Every line of the entries below from the one containing "let sumZ2 = 0;" to the one containing "const d: [number, number, number]", both ends included, must be written out exactly. No other line belongs in the answer.
Available records: Begin
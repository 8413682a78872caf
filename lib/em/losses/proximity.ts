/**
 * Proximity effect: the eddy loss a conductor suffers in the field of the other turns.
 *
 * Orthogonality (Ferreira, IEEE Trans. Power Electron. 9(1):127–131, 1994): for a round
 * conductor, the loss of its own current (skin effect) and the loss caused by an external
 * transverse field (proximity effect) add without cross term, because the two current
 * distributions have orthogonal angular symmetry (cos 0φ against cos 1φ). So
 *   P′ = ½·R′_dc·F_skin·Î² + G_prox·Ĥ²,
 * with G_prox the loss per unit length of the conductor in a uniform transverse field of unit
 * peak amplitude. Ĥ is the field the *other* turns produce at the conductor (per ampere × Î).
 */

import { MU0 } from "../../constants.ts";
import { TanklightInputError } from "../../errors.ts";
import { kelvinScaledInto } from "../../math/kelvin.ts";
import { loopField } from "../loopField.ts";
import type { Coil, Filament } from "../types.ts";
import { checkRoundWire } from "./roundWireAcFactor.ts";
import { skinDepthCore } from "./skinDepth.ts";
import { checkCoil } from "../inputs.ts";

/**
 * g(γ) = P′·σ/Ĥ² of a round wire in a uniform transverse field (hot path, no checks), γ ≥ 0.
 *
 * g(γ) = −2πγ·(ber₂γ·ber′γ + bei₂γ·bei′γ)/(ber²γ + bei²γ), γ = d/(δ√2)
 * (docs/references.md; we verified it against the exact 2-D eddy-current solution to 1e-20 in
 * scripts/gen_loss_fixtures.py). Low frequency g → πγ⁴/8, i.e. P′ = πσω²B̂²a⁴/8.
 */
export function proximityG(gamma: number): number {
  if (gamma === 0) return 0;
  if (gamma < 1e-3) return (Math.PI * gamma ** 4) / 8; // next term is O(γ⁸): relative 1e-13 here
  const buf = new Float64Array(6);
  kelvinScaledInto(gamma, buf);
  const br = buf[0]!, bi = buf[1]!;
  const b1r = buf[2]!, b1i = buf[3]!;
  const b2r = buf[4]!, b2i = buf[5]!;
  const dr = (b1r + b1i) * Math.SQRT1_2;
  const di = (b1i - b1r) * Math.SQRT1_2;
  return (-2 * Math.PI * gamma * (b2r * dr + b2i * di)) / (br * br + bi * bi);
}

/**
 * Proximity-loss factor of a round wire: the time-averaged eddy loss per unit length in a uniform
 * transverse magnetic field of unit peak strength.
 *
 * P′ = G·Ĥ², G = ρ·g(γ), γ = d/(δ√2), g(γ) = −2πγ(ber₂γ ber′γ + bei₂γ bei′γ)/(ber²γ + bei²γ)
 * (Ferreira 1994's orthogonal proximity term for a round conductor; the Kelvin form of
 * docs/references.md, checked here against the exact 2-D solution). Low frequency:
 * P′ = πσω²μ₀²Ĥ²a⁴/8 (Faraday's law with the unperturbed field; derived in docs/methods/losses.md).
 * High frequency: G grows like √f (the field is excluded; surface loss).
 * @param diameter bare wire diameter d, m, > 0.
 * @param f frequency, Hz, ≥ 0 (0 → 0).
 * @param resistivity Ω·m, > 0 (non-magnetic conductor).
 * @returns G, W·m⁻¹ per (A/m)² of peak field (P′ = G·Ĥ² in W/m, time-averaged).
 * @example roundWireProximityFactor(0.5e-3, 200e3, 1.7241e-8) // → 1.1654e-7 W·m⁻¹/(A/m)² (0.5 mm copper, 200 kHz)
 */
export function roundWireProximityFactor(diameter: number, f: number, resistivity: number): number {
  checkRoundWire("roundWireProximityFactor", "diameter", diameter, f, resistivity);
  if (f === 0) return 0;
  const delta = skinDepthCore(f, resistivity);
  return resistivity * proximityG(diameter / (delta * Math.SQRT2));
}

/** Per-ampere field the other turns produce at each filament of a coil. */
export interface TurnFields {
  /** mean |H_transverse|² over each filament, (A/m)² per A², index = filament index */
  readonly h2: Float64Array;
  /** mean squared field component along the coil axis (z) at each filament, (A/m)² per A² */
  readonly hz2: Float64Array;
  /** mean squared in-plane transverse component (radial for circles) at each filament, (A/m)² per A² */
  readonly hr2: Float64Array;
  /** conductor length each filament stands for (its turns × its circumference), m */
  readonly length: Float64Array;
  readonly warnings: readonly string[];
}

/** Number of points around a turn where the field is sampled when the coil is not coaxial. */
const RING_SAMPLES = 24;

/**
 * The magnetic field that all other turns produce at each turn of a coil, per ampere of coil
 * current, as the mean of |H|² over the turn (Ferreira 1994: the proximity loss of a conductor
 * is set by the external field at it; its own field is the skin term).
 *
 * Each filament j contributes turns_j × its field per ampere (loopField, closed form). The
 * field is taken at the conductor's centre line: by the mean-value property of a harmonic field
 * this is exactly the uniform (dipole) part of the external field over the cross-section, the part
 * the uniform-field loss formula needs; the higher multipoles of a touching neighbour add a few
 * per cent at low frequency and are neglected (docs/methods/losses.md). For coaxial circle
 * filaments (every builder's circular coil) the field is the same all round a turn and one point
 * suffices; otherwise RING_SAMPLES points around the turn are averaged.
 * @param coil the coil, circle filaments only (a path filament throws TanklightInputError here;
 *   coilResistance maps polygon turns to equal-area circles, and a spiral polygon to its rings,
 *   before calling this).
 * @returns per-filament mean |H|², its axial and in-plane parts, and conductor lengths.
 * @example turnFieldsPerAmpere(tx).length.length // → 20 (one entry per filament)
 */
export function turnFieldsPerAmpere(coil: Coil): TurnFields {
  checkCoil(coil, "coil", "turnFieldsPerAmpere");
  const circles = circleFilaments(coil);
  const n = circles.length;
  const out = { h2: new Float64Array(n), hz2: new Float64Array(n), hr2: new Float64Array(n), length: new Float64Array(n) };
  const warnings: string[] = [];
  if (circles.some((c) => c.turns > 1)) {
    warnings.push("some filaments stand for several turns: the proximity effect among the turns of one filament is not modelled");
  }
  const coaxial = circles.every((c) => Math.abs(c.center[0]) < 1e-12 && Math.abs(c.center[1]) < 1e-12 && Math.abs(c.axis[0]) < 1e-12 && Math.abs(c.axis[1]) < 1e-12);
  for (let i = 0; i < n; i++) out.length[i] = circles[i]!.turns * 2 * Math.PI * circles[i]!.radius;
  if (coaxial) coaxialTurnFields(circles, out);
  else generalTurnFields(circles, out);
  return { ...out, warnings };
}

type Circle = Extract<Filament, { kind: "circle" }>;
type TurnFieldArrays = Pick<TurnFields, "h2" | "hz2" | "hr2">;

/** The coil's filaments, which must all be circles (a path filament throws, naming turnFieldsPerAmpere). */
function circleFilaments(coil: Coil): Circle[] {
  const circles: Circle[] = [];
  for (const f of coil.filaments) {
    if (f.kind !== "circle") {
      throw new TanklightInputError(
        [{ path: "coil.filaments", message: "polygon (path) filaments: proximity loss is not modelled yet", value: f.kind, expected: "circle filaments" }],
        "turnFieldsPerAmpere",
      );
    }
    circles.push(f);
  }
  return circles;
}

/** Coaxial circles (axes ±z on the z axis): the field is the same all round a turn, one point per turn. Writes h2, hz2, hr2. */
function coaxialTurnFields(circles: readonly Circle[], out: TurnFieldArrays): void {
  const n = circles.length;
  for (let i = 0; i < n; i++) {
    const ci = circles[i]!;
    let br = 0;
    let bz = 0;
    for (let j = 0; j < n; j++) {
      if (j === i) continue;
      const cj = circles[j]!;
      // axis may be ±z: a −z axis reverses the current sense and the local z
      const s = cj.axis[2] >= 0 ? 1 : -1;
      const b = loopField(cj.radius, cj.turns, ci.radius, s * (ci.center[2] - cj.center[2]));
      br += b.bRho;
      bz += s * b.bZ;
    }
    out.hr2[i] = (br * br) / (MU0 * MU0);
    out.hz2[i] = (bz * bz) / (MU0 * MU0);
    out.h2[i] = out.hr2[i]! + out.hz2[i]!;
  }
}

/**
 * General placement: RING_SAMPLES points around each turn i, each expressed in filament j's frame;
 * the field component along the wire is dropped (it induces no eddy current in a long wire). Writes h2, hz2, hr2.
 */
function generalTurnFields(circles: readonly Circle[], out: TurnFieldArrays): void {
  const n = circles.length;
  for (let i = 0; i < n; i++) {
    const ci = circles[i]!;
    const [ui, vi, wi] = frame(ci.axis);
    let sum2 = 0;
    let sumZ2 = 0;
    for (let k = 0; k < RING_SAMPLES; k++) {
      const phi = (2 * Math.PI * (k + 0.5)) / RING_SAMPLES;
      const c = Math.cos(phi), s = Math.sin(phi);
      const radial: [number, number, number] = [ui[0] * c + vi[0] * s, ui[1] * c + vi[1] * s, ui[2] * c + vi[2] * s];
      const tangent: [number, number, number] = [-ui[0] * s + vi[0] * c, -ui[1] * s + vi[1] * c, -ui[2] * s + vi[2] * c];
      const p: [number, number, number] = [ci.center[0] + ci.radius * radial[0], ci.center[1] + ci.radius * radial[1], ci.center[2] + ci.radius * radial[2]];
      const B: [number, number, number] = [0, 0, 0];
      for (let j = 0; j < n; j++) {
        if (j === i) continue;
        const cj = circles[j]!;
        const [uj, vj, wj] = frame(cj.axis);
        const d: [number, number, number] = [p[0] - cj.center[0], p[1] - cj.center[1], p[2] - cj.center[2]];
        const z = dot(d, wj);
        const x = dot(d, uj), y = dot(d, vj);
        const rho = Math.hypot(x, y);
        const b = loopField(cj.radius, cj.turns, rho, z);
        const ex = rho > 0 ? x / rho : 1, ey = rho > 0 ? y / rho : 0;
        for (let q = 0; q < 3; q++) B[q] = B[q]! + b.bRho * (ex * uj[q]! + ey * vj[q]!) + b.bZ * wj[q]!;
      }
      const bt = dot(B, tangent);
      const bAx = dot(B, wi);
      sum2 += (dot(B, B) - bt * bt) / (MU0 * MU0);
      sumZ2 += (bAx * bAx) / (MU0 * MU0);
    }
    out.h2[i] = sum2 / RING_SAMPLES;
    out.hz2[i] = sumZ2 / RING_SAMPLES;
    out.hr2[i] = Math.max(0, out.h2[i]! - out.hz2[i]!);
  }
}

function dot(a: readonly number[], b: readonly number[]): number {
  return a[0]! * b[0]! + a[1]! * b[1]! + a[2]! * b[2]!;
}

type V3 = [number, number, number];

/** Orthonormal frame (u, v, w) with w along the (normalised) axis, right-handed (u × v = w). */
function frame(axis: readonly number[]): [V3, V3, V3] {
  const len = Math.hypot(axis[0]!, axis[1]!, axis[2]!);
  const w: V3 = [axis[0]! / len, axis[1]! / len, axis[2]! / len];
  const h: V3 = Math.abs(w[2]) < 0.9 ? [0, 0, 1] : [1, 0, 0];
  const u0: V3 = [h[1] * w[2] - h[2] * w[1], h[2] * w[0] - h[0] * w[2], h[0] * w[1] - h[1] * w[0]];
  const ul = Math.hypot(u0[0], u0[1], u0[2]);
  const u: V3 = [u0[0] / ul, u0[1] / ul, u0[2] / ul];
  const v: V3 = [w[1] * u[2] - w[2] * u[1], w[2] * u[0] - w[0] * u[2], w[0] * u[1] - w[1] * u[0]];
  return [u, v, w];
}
Available records: End
Available records: Begin
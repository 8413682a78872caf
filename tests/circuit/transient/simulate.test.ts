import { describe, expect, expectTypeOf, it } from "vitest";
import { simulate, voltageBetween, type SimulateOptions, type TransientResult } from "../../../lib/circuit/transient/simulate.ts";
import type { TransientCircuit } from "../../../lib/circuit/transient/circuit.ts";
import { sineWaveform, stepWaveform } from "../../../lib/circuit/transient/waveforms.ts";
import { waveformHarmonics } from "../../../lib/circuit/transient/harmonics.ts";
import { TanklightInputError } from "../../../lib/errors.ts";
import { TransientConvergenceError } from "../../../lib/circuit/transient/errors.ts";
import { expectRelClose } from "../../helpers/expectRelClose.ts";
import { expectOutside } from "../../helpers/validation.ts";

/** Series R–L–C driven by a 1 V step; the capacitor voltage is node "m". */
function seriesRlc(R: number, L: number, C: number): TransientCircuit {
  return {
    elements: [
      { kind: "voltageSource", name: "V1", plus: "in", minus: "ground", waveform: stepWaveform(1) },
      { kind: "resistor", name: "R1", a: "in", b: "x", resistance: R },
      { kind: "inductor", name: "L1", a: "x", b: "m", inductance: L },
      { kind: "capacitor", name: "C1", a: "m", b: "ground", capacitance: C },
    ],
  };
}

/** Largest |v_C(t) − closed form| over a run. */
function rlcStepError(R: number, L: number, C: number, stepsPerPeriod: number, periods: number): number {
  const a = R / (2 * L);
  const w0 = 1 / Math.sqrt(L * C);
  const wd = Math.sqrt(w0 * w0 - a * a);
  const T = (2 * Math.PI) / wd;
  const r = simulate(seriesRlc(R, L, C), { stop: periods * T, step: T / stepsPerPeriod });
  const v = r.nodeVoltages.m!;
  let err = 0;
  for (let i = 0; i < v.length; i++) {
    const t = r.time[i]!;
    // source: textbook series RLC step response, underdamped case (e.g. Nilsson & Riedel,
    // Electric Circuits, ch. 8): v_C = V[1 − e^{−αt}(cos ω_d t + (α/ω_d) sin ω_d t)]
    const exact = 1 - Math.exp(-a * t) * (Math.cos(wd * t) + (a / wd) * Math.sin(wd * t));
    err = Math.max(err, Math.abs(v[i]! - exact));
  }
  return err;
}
Available records: End
__Response to the exercise__.
    let sumZ2 = 0;
    for (let k = 0; k < RING_SAMPLES; k++) {
      const phi = (2 * Math.PI * (k + 0.5)) / RING_SAMPLES;
      const c = Math.cos(phi), s = Math.sin(phi);
      const radial: [number, number, number] = [ui[0] * c + vi[0] * s, ui[1] * c + vi[1] * s, ui[2] * c + vi[2] * s];
      const tangent: [number, number, number] = [-ui[0] * s + vi[0] * c, -ui[1] * s + vi[1] * c, -ui[2] * s + vi[2] * c];
      const p: [number, number, number] = [ci.center[0] + ci.radius * radial[0], ci.center[1] + ci.radius * radial[1], ci.center[2] + ci.radius * radial[2]];
      const B: [number, number, number] = [0, 0, 0];
      for (let j = 0; j < n; j++) {
        if (j === i) continue;
        const cj = circles[j]!;
        const [uj, vj, wj] = frame(cj.axis);
        const d: [number, number, number] = [p[0] - cj.center[0], p[1] - cj.center[1], p[2] - cj.center[2]];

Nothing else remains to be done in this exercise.